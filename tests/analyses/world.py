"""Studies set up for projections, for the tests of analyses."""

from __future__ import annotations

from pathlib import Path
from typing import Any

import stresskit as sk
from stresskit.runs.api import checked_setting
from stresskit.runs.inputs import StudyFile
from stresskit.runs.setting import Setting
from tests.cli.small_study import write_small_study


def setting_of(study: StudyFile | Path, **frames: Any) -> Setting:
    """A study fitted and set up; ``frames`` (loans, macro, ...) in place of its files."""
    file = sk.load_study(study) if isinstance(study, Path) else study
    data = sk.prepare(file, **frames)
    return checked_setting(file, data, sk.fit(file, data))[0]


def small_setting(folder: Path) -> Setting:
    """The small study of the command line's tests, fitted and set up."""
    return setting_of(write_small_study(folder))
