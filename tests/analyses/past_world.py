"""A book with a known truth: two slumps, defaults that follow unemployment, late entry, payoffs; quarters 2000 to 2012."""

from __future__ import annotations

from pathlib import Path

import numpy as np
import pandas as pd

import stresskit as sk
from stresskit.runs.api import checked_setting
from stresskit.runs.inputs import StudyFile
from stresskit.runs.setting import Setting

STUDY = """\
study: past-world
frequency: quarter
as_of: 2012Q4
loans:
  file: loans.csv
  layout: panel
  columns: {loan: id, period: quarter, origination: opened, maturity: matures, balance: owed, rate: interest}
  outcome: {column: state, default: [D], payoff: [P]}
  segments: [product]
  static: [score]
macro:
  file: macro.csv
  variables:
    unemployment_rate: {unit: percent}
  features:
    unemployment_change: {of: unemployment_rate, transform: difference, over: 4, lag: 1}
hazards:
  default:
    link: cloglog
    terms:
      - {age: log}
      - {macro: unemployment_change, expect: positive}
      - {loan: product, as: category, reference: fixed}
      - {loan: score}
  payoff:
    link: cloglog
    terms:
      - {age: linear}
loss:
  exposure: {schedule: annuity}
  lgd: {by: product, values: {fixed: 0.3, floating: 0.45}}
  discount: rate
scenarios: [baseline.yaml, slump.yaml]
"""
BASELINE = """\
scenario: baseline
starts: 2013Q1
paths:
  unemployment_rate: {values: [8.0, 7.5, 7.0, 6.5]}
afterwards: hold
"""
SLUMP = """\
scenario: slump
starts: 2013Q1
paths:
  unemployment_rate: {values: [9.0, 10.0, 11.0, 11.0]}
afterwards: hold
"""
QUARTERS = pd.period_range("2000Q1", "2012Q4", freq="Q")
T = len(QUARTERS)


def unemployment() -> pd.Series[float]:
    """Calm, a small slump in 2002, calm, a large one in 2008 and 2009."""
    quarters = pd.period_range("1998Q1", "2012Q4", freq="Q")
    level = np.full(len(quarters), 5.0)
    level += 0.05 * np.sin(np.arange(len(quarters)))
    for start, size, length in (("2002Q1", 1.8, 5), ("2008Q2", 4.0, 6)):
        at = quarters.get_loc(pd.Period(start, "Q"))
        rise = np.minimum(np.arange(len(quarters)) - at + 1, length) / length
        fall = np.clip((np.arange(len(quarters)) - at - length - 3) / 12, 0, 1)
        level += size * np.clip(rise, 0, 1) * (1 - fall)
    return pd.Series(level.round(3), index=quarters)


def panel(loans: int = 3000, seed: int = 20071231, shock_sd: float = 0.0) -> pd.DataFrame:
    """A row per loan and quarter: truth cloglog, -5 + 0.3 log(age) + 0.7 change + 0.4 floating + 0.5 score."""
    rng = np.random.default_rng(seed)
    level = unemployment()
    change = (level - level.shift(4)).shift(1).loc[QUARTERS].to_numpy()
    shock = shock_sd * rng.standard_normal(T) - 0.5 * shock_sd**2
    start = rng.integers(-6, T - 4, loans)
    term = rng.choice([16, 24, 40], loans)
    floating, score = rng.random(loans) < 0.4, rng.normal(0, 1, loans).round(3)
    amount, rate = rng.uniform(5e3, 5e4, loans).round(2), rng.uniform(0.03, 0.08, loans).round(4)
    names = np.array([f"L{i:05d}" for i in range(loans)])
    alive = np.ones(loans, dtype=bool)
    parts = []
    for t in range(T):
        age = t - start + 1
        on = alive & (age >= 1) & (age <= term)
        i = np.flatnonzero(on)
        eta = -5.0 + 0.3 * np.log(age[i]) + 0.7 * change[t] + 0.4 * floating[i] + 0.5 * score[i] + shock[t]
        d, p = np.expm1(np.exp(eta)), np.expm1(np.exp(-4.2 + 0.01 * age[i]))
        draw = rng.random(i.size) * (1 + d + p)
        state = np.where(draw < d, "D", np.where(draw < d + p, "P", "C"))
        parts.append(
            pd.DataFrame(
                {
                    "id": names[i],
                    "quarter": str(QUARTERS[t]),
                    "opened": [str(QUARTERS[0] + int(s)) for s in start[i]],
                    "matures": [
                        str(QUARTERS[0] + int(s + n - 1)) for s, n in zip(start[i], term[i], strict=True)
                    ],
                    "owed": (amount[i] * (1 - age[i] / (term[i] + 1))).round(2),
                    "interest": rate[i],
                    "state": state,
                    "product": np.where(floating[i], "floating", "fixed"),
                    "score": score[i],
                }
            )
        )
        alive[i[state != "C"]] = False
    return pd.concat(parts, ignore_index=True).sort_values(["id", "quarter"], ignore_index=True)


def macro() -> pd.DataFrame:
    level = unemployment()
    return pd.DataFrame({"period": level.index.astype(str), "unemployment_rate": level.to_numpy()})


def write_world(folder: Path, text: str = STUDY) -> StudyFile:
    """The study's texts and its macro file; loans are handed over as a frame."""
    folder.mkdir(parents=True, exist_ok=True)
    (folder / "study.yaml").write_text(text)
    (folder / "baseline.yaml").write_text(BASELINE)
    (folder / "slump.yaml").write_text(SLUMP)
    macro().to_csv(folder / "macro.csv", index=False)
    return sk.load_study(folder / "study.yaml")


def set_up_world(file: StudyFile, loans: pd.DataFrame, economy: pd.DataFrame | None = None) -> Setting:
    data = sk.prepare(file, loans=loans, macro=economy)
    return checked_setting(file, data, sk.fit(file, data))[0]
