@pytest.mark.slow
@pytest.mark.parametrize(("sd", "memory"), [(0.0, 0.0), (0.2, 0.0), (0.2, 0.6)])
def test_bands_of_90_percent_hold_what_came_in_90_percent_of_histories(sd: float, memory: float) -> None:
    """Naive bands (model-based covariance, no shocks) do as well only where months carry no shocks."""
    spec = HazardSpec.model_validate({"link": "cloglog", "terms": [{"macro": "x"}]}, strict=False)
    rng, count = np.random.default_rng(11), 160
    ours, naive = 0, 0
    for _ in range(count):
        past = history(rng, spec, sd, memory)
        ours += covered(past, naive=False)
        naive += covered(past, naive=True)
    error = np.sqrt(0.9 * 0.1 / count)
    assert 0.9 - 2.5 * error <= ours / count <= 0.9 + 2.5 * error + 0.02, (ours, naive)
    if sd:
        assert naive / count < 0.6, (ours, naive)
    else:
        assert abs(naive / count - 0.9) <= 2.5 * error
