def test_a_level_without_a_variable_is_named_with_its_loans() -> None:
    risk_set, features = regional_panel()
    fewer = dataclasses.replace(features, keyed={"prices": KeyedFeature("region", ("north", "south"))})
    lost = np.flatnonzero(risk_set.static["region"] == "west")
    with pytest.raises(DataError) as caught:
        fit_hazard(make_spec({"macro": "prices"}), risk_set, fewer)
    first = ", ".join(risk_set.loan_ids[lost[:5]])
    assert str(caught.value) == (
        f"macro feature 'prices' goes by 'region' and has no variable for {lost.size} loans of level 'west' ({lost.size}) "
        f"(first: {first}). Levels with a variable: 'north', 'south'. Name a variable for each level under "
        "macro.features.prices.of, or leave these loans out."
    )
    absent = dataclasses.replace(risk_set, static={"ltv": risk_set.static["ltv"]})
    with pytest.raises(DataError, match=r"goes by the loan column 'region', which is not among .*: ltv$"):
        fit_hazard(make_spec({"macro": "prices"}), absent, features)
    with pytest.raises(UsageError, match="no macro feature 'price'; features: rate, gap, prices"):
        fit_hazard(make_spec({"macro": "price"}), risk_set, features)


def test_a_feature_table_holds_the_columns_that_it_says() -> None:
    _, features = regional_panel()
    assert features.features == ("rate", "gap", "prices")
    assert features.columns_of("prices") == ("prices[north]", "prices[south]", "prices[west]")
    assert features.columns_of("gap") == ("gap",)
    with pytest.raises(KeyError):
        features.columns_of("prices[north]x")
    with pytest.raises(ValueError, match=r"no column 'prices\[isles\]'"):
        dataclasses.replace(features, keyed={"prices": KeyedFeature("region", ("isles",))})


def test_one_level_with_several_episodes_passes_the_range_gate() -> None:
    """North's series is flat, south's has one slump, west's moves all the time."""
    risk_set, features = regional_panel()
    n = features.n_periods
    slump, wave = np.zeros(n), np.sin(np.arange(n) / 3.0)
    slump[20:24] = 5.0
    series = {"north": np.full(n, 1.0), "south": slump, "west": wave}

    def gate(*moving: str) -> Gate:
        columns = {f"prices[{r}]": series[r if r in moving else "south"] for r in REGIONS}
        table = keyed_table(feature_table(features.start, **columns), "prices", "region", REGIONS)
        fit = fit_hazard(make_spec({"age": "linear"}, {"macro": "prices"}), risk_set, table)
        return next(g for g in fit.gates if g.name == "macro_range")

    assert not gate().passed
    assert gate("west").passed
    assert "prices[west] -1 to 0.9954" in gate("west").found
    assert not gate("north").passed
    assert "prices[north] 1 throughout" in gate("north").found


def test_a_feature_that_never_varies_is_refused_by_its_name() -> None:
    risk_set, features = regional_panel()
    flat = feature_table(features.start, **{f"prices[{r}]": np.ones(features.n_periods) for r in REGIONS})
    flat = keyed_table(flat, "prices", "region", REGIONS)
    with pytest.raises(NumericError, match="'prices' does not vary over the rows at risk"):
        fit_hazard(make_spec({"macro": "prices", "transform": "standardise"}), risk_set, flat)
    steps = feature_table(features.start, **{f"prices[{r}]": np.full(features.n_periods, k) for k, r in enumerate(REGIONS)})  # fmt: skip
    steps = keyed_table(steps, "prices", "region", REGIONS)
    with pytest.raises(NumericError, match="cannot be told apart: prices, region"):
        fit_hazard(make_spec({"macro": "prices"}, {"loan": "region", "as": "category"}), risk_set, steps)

........

When you repeat the lines, start with the first line of the material and end with the line that contains "def setting_of(study: StudyFile", keeping both and reproducing each exactly, with nothing added.

filename tests/analyses/world.py
"""Studies set up for projections, for the tests of analyses."""

from __future__ import annotations

from pathlib import Path
from typing import Any

import stresskit as sk
from stresskit.runs.api import checked_setting
from stresskit.runs.inputs import StudyFile
from stresskit.runs.setting import Setting
from tests.cli.small_study import write_small_study


def setting_of(study: StudyFile | Path, **frames: Any) -> Setting:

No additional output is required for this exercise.